Problem to work on: Check every line of the entries below for "MapFormat", and copy the lines that have it.

Records excerpted from a collection:
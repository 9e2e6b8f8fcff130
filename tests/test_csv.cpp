// CSV reading: the line splitter and the point-list reader. Quoting follows RFC 4180.
#include <catch2/catch.hpp>

#include <filesystem>
#include <fstream>
#include <string>

#include "coilwright/csv.hpp"
#include "coilwright/error.hpp"

namespace {
std::filesystem::path write_temp(const std::string& name, const std::string& text) {
  const auto dir = std::filesystem::temp_directory_path() / "coilwright_test_csv";
  std::filesystem::create_directories(dir);
  const auto p = dir / name;
  std::ofstream(p) << text;
  return p;
}
std::string error_of(const std::filesystem::path& p) {
  try {
    (void)coilwright::read_points_csv(p);
  } catch (const coilwright::InputError& e) {
    return e.what();
  }
  return "(no error)";
}
}  // namespace

TEST_CASE("csv: fields are split at commas, quotes protect commas and \"\" is one quote", "[csv]") {
  using V = std::vector<std::string>;
  CHECK(coilwright::split_csv_line("a,b,c") == V{"a", "b", "c"});
  CHECK(coilwright::split_csv_line(" a , b ,c ") == V{"a", "b", "c"});
  CHECK(coilwright::split_csv_line("\"x, y\",2") == V{"x, y", "2"});
  CHECK(coilwright::split_csv_line("\"say \"\"hi\"\"\",") == V{"say \"hi\"", ""});
  CHECK(coilwright::split_csv_line("a,b\r") == V{"a", "b"});
  CHECK(coilwright::split_csv_line("") == V{""});
  CHECK_THROWS_AS(coilwright::split_csv_line("\"open"), coilwright::InputError);
  CHECK_THROWS_AS(coilwright::split_csv_line("\"a\"b,c"), coilwright::InputError);
}

TEST_CASE("csv: points with x, y, z in any order, extra columns, comments and blank lines", "[csv]") {
  const auto p = write_temp("good.csv", "# probe positions\n label , z, y ,x\n\nA,3,2,1\n# skip\nB,-6e-3,0.5,+4\n");
  const auto pts = coilwright::read_points_csv(p);
  REQUIRE(pts.size() == 2);
  CHECK(pts[0] == coilwright::Vec3(1, 2, 3));
  CHECK(pts[1] == coilwright::Vec3(4, 0.5, -6e-3));
}

TEST_CASE("csv: bad point files name the line, the column and the text found", "[csv]") {
  CHECK_THAT(error_of(write_temp("no_y.csv", "x,z\n1,2\n")), Catch::Contains("no_y.csv:1:1: key 'y'"));
  CHECK_THAT(error_of(write_temp("bad_number.csv", "x,y,z\n1,2,3\n1, 2mm ,3\n")),
             Catch::Contains("bad_number.csv:3:4: key 'y'") && Catch::Contains("found \"2mm\""));
  CHECK_THAT(error_of(write_temp("nan.csv", "x,y,z\nnan,0,0\n")), Catch::Contains("key 'x'") && Catch::Contains("\"nan\""));
  CHECK_THAT(error_of(write_temp("short.csv", "x,y,z\n1,2\n")), Catch::Contains("short.csv:2") && Catch::Contains("found 2 fields"));
  CHECK_THAT(error_of(write_temp("empty.csv", "x,y,z\n# nothing\n")), Catch::Contains("no data rows"));
  CHECK_THAT(error_of(write_temp("nothing.csv", "")), Catch::Contains("no header row"));
  CHECK_THAT(error_of(std::filesystem::temp_directory_path() / "coilwright_test_csv" / "missing.csv"),
             Catch::Contains("cannot open"));
}
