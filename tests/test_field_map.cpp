// Field maps: lattices in the documented order, values equal to the field of the model, and the
// CSV/VTK layouts. Rule first, then inputs that must pass and those that must fail.
#include <catch2/catch.hpp>

#include <cmath>
#include <sstream>

#include "coilwright/config.hpp"
#include "coilwright/design_writer.hpp"
#include "coilwright/error.hpp"
#include "coilwright/field.hpp"
#include "coilwright/field_map.hpp"

using namespace coilwright;

namespace {

const char* kLoopWithTarget = R"(
[project]
name = "map-loop"
[[circuit]]
name = "main"
current = "2 A"
[[coil]]
name = "loop"
shape = "loop"
circuit = "main"
centre = ["0 m", "0 m", "0 m"]
axis = [0, 0, 1]
turns = 5
radius = "100 mm"
[target]
region = "sphere"
centre = ["0 m", "0 m", "0 m"]
axis = [0, 0, 1]
radius = "20 mm"
goal = "uniform"
field = ["0 T", "0 T", "62.83 uT"]
tolerance = "1 %"
)";

// Relative agreement with an absolute floor (common practice, no source).
bool near(double a, double b, double rel = 1e-14, double floor = 1e-20) {
  return std::abs(a - b) <= std::max(floor, rel * std::max(std::abs(a), std::abs(b)));
}

}  // namespace

TEST_CASE("A lattice runs its first direction fastest from the origin to origin + edge") {
  const MapLattice l = grid_lattice(Vec3(-1, -2, -3), Vec3(1, 2, 3), {3, 2, 2});
  const PointSet p = l.points();
  REQUIRE(p.size() == 12);
  CHECK(p[0].isApprox(Vec3(-1, -2, -3)));
  CHECK(p[1].isApprox(Vec3(0, -2, -3)));
  CHECK(p[3].isApprox(Vec3(-1, 2, -3)));
  CHECK(p[11].isApprox(Vec3(1, 2, 3)));
  const MapLattice xz = plane_lattice("xz", Vec3::Zero(), 0.2, 0.4, 3, 5);
  CHECK(xz.points()[0].isApprox(Vec3(-0.1, 0, -0.2)));
  CHECK(xz.points()[14].isApprox(Vec3(0.1, 0, 0.2)));
}

TEST_CASE("Lattices with no extent or no points or too many points are refused") {
  CHECK_NOTHROW(line_lattice(Vec3::Zero(), Vec3::UnitZ(), 1));  // one point needs no extent
  CHECK_THROWS_AS(line_lattice(Vec3::Zero(), Vec3::Zero(), 5), InputError);
  CHECK_THROWS_AS(line_lattice(Vec3::Zero(), Vec3::UnitZ(), 0), InputError);
  CHECK_THROWS_AS(grid_lattice(Vec3::Zero(), Vec3::Ones(), {2001, 2001, 2}), InputError);
  CHECK_THROWS_AS(plane_lattice("xx", Vec3::Zero(), 1, 1, 3, 3), InputError);
}

TEST_CASE("A map holds the model's field and marks points on a winding instead of refusing them") {
  const Model m = parse_model(kLoopWithTarget, "map-loop.toml");
  const FieldMap map = compute_field_map(m, line_lattice(Vec3(0, 0, -0.05), Vec3(0.1, 0, 0), 11));
  const FieldSet direct = field_of_model(m, map.points);
  for (std::size_t i = 0; i + 1 < map.points.size(); ++i) {
    CHECK_FALSE(map.in_winding[i]);
    CHECK(near(map.field_T.bz[i], direct.bz[i]));
    CHECK(std::isfinite(map.deviation[i]));
  }
  // The last point is on the filament (radius 100 mm).
  CHECK(map.in_winding.back());
  CHECK(std::isnan(map.field_T.bz.back()));
  CHECK(std::isnan(map.deviation.back()));
  CHECK(map.tolerance_relative == Approx(0.01));
}

TEST_CASE("CSV and VTK layouts name their columns and write nan where undefined") {
  const Model m = parse_model(kLoopWithTarget, "map-loop.toml");
  const FieldMap map = compute_field_map(m, line_lattice(Vec3(0, 0, 0), Vec3(0.1, 0, 0), 3));
  const std::string csv = field_map_csv(map, "title\nwith a break");
  CHECK(csv.find("x,y,z,Bx,By,Bz,|B|,deviation\n") != std::string::npos);
  CHECK(csv.find("title with a break") != std::string::npos);
  CHECK(csv.find("nan") != std::string::npos);
  const std::string vtk = field_map_vtk(map, "t");
  std::istringstream in(vtk);
  std::string line;
  std::getline(in, line);
  CHECK(line == "# vtk DataFile Version 3.0");
  std::getline(in, line);
  std::getline(in, line);
  CHECK(line == "ASCII");
  std::getline(in, line);
  CHECK(line == "DATASET STRUCTURED_GRID");
  std::getline(in, line);
  CHECK(line == "DIMENSIONS 3 1 1");
  CHECK(vtk.find("VECTORS B double") != std::string::npos);
  CHECK(vtk.find("SCALARS deviation double 1\nLOOKUP_TABLE default") != std::string::npos);
  CHECK_THROWS_AS(write_field_map("map.txt", map, "t"), InputError);
}

TEST_CASE("[[map]] tables are read, written back with a design and give the lattice they name") {
  const std::string maps = R"(
[[map]]
name = "axis"
kind = "line"
from = ["0 m", "0 m", "-120 mm"]
to = ["0 m", "0 m", "120 mm"]
points = 241

[[map]]
name = "xz"
kind = "plane"
plane = "xz"
size = ["300 mm", "200 mm"]
points = [31, 21]
format = ["csv", "vtk"]

[[map]]
name = "box"
kind = "grid"
from = ["-10 mm", "-10 mm", "-10 mm"]
to = ["10 mm", "10 mm", "10 mm"]
points = 5
format = "vtk"
)";
  const Model m = parse_model(std::string(kLoopWithTarget) + maps, "maps.toml");
  REQUIRE(m.maps.size() == 3);
  CHECK(m.maps[0].kind == MapKind::line);
  CHECK(m.maps[0].points == std::array<int, 3>{241, 1, 1});
  CHECK(m.maps[0].formats == std::vector<MapFormat>{MapFormat::csv});
  CHECK(m.maps[1].centre_m == m.target->centre_m);  // a plane defaults to the target's centre
  CHECK(m.maps[1].size_m == std::array<double, 2>{0.3, 0.2});
  CHECK(m.maps[1].formats == std::vector<MapFormat>{MapFormat::csv, MapFormat::vtk});
  CHECK(m.maps[2].points == std::array<int, 3>{5, 5, 5});
  CHECK(m.location_of("map.xz").line == 31);  // its [[map]] header

  const MapLattice axis = lattice_of(m.maps[0]);
  CHECK(axis.size() == 241);
  CHECK(axis.points()[120].isApprox(Vec3::Zero()));
  CHECK(lattice_of(m.maps[1]).points()[0].isApprox(Vec3(-0.15, 0, -0.1)));
  CHECK(lattice_of(m.maps[2]).size() == 125);

  // A design file carries its maps unchanged.
  const Model back = parse_model(write_model_toml(m), "back.toml");
  REQUIRE(back.maps.size() == 3);
  for (std::size_t i = 0; i < 3; ++i) {
    CHECK(back.maps[i].name == m.maps[i].name);
    CHECK(back.maps[i].kind == m.maps[i].kind);
    CHECK(back.maps[i].from_m == m.maps[i].from_m);
    CHECK(back.maps[i].to_m == m.maps[i].to_m);
    CHECK(back.maps[i].centre_m == m.maps[i].centre_m);
    CHECK(back.maps[i].size_m == m.maps[i].size_m);
    CHECK(back.maps[i].points == m.maps[i].points);
    CHECK(back.maps[i].formats == m.maps[i].formats);
  }
  CHECK(map_file_name("design-01", m.maps[1], MapFormat::vtk) == "design-01-xz.vtk");
}

TEST_CASE("[[map]] mistakes name the map, the key and what is accepted") {
  const auto refused = [](const std::string& map_table, const std::string& message) {
    INFO(map_table);
    try {
      (void)parse_model(std::string(kLoopWithTarget) + map_table, "bad-map.toml");
      FAIL("accepted");
    } catch (const InputError& e) {
      CHECK_THAT(e.what(), Catch::Contains(message));
    }
  };
  refused("[[map]]\nkind = \"line\"\n", "a [[map]] needs a 'name'");
  refused("[[map]]\nname = \"../x\"\nkind = \"line\"\n", "is not a file-name stem");
  refused("[[map]]\nname = \"a\"\nkind = \"cube\"\n", "unknown map kind \"cube\"; accepted: line, plane, grid");
  refused("[[map]]\nname = \"a\"\nkind = \"line\"\nfrom = [\"0 m\", \"0 m\", \"0 m\"]\npoints = 3\n", "a line map needs 'to'");
  refused("[[map]]\nname = \"a\"\nkind = \"line\"\nplane = \"xz\"\n", "a line map does not take 'plane'");
  refused("[[map]]\nname = \"a\"\nkind = \"plane\"\nplane = \"xw\"\n", "unknown plane \"xw\"; accepted: xy, xz, yz");
  refused("[[map]]\nname = \"a\"\nkind = \"plane\"\nplane = \"xy\"\nsize = [\"1 m\", \"0 m\"]\npoints = 3\n", "must be > 0");
  refused("[[map]]\nname = \"a\"\nkind = \"plane\"\nplane = \"xy\"\nsize = [\"1 m\", \"1 m\"]\npoints = [3, 3, 3]\n",
          "expected an array of 2 point counts, found 3 elements");
  refused("[[map]]\nname = \"a\"\nkind = \"grid\"\nfrom = [\"0 m\", \"0 m\", \"0 m\"]\nto = [\"1 m\", \"1 m\", \"1 m\"]\npoints = 1000\n",
          "a config map takes at most 1000000");
  refused("[[map]]\nname = \"a\"\nkind = \"line\"\nfrom = [\"0 m\", \"0 m\", \"0 m\"]\nto = [\"1 m\", \"0 m\", \"0 m\"]\npoints = 1\n",
          "a point count must be 2 to 100000, found 1");
  refused("[[map]]\nname = \"a\"\nkind = \"line\"\nfrom = [\"0 m\", \"0 m\", \"0 m\"]\nto = [\"1 m\", \"0 m\", \"0 m\"]\npoints = 3\nformat = \"png\"\n",
          "unknown map format \"png\"; accepted: csv, vtk");
  refused("[[map]]\nname = \"a\"\nkind = \"line\"\nfrom = [\"0 m\", \"0 m\", \"0 m\"]\nto = [\"1 m\", \"0 m\", \"0 m\"]\npoints = 3\n"
          "[[map]]\nname = \"a\"\nkind = \"line\"\n",
          "duplicate map name \"a\"");
}

TEST_CASE("A map of a null-goal rig without an ambient field holds the coils' field and no deviation") {
  std::string text = kLoopWithTarget;
  const auto at = text.find("goal = \"uniform\"");
  REQUIRE(at != std::string::npos);
  text.replace(at, text.find("tolerance") - at, "goal = \"null\"\n");
  text.replace(text.find("tolerance = \"1 %\""), 17, "tolerance = \"20 nT\"");
  const Model m = parse_model(text, "null-map.toml");
  REQUIRE(m.target->goal == Goal::null);
  const FieldMap map = compute_field_map(m, line_lattice(Vec3(0, 0, -0.05), Vec3(0, 0, 0.05), 11));
  CHECK(map.reference_T == 0.0);
  for (std::size_t i = 0; i < 11; ++i) {
    CHECK(std::isnan(map.deviation[i]));
    CHECK(map.field_T[i].z() > 0.0);
  }
}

Task answer:
  CHECK(m.maps[0].formats == std::vector<MapFormat>{MapFormat::csv});
  CHECK(m.maps[1].formats == std::vector<MapFormat>{MapFormat::csv, MapFormat::vtk});
  CHECK(map_file_name("design-01", m.maps[1], MapFormat::vtk) == "design-01-xz.vtk");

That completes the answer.